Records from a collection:
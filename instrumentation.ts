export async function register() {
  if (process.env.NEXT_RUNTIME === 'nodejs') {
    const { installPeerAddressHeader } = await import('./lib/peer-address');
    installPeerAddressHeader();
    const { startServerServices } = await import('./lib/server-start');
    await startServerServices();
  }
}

= Exercise aim =
Write out each line above with the word "const".

= Solved problem =
    const { installPeerAddressHeader } = await import('./lib/peer-address');
    const { startServerServices } = await import('./lib/server-start');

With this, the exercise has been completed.